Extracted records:
=== Begin Enclosure ===
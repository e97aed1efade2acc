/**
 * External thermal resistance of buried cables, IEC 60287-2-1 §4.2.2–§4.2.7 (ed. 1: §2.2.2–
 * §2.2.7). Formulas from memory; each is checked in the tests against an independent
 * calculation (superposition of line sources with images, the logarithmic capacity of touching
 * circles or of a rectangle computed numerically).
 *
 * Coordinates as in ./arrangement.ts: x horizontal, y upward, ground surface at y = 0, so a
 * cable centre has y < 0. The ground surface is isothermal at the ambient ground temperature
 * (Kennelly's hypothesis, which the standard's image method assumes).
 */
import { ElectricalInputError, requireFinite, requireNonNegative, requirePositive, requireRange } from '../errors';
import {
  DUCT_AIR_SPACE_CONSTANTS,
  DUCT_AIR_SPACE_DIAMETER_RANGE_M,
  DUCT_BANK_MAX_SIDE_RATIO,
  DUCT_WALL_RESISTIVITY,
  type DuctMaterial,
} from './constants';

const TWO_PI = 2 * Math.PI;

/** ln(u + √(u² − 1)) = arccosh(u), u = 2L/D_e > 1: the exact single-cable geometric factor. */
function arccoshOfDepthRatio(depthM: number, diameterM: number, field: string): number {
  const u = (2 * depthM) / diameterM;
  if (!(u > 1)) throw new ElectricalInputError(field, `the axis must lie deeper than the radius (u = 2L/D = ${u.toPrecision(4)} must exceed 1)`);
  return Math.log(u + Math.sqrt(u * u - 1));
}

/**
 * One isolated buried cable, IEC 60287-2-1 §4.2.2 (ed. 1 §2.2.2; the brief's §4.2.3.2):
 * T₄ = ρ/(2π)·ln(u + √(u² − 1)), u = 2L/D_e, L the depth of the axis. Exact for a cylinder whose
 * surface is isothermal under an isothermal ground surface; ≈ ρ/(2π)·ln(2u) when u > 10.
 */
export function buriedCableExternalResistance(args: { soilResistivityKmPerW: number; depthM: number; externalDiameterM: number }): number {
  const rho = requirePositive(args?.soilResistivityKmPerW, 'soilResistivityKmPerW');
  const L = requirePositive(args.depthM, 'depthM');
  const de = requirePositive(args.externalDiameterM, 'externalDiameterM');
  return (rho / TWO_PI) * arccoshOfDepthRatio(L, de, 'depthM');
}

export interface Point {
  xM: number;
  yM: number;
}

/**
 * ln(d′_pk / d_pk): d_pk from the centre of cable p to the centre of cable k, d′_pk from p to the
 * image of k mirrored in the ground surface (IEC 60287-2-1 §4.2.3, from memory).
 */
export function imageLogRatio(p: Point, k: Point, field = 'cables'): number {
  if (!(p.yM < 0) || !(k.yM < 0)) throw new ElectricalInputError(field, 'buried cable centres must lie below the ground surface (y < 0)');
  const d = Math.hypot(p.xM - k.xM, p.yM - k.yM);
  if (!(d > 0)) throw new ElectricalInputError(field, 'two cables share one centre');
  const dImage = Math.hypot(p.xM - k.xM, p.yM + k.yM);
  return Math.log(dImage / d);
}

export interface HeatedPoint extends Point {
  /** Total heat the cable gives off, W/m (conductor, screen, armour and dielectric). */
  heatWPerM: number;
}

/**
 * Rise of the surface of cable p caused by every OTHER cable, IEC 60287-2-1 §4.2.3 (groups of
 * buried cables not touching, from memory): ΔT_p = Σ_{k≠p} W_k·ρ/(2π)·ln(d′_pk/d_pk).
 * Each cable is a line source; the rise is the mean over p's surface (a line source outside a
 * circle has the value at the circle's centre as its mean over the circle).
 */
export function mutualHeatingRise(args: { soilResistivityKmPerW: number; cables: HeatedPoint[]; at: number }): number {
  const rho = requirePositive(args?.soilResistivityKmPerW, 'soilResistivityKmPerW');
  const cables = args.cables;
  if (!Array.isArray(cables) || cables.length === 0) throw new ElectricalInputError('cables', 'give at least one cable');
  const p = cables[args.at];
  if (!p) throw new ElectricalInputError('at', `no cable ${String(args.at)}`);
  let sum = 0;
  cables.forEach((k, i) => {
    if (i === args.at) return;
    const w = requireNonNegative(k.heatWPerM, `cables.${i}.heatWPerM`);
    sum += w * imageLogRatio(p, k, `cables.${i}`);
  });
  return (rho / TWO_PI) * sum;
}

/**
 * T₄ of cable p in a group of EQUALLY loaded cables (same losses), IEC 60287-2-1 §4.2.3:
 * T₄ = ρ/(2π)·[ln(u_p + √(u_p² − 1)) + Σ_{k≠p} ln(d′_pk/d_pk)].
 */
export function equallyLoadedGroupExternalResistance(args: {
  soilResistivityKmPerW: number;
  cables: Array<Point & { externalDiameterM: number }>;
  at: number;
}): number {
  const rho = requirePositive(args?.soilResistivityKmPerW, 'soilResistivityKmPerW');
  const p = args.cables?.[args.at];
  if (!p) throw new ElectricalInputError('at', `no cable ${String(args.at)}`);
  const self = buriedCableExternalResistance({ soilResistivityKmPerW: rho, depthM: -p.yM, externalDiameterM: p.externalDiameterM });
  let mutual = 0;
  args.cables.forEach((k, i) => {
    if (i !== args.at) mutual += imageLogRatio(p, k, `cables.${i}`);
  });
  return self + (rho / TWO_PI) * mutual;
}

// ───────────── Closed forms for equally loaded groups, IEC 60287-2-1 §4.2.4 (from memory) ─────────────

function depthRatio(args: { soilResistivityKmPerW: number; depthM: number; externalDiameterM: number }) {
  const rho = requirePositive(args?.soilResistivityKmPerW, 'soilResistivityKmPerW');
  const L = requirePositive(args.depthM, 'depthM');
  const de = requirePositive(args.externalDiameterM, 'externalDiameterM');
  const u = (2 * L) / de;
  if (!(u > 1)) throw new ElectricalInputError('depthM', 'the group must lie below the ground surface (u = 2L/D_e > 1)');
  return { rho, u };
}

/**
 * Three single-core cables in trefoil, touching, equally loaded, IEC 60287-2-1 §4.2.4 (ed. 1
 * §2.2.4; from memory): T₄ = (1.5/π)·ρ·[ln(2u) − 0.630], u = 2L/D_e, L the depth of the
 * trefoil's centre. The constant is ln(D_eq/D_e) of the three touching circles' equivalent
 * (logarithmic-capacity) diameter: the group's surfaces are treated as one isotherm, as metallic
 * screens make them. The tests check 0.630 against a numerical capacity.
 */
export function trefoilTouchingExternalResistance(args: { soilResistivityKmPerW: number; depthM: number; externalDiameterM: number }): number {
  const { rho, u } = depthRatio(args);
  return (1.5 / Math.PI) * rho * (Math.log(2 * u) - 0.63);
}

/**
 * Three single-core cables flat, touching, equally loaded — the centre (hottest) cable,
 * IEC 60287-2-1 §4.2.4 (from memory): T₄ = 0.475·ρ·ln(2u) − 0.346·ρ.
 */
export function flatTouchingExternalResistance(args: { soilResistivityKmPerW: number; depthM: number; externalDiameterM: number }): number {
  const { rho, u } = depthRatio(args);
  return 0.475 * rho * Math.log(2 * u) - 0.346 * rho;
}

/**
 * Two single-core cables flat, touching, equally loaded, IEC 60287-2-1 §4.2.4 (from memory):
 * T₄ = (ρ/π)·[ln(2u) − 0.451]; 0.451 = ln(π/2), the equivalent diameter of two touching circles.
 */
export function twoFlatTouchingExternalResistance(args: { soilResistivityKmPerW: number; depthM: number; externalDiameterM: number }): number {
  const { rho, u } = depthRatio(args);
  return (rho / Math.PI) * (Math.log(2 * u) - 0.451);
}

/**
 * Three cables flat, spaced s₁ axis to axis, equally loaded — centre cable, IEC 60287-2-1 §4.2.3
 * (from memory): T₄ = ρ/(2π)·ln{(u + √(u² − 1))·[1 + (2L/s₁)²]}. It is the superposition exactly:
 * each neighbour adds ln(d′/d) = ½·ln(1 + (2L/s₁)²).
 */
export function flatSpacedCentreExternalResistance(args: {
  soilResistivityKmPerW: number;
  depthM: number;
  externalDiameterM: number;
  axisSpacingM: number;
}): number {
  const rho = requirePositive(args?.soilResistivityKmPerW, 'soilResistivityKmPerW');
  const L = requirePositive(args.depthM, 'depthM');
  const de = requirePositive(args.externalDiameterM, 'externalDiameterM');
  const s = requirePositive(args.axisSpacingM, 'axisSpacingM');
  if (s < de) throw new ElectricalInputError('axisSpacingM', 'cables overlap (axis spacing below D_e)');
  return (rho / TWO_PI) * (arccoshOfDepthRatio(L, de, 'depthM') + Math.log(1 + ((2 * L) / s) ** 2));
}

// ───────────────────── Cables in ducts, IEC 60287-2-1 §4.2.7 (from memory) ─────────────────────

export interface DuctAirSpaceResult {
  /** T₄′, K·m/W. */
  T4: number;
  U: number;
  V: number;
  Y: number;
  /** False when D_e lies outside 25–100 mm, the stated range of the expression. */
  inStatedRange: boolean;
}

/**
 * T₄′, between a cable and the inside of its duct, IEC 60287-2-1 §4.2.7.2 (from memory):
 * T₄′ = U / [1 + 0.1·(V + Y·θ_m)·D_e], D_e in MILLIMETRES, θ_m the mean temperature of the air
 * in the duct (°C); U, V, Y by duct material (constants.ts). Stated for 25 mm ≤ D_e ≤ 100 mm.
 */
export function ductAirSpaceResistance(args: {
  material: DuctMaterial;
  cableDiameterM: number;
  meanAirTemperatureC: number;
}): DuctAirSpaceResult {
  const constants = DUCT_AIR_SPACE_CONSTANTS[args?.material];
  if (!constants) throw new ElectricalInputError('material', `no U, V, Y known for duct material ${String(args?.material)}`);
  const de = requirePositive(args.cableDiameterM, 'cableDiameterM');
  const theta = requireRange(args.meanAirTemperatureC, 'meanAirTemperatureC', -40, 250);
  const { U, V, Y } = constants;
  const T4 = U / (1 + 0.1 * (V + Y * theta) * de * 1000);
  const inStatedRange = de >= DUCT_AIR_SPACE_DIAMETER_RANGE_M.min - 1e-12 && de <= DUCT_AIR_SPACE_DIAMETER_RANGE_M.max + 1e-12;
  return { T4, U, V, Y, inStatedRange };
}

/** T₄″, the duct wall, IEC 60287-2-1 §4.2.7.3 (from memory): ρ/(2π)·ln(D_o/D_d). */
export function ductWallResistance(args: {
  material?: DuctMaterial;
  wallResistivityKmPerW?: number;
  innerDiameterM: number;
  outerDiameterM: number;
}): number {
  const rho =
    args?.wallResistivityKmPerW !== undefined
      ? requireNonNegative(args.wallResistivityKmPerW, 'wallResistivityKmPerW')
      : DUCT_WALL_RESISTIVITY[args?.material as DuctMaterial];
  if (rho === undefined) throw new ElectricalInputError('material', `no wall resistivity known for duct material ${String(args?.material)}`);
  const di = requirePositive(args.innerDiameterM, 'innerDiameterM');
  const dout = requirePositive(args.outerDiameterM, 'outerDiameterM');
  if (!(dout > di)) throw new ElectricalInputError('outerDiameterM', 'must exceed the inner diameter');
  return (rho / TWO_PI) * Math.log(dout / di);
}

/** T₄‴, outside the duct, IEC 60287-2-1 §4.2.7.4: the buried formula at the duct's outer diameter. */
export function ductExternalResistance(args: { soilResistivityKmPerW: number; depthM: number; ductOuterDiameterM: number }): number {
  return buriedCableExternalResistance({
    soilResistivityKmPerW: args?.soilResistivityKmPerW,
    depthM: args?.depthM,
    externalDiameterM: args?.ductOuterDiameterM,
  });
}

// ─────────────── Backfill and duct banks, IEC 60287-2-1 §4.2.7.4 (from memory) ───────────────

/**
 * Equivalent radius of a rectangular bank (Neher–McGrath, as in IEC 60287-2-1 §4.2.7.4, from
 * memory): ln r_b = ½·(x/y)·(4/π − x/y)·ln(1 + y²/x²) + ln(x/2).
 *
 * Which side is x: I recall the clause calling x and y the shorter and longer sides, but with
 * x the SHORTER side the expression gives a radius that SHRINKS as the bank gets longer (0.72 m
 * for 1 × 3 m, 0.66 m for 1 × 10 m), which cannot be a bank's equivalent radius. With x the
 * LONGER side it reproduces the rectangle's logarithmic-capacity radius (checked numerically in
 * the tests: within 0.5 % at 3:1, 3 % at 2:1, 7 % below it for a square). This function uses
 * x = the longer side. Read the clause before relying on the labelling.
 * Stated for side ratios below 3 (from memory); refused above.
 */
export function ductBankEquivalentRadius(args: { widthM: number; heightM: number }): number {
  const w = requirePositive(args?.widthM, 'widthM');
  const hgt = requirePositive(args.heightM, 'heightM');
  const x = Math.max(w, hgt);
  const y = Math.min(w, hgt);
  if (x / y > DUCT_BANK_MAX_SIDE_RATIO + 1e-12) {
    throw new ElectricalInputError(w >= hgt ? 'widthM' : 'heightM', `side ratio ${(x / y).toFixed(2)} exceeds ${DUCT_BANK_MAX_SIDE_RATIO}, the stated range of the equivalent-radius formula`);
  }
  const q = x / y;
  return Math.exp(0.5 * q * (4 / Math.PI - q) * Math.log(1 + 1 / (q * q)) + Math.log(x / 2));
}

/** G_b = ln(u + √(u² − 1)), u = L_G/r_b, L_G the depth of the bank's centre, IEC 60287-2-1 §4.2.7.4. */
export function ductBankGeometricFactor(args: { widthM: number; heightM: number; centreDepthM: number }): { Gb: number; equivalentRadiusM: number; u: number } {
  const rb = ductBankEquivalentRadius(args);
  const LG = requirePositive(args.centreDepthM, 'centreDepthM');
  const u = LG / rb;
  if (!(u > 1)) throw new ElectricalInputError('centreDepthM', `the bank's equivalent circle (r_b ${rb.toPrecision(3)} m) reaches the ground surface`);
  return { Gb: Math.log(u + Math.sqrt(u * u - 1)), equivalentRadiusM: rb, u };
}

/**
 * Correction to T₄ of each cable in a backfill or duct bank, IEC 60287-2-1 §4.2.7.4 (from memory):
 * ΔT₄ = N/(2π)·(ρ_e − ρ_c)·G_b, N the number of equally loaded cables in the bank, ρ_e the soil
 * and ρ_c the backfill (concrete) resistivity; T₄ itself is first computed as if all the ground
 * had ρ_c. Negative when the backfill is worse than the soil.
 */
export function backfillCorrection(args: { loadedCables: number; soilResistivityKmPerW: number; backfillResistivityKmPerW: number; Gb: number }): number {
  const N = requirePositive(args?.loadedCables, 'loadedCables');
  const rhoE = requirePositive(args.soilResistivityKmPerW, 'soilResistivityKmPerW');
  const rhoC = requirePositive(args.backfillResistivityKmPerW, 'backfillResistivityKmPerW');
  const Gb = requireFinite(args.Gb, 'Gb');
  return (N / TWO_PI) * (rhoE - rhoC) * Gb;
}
=== End Enclosure ===
TASK TO CARRY OUT:
Find the count of lines in the data above where the string "equivalentRadiusM" occurs. Provide that number alone.

RESPONSE AREA:
2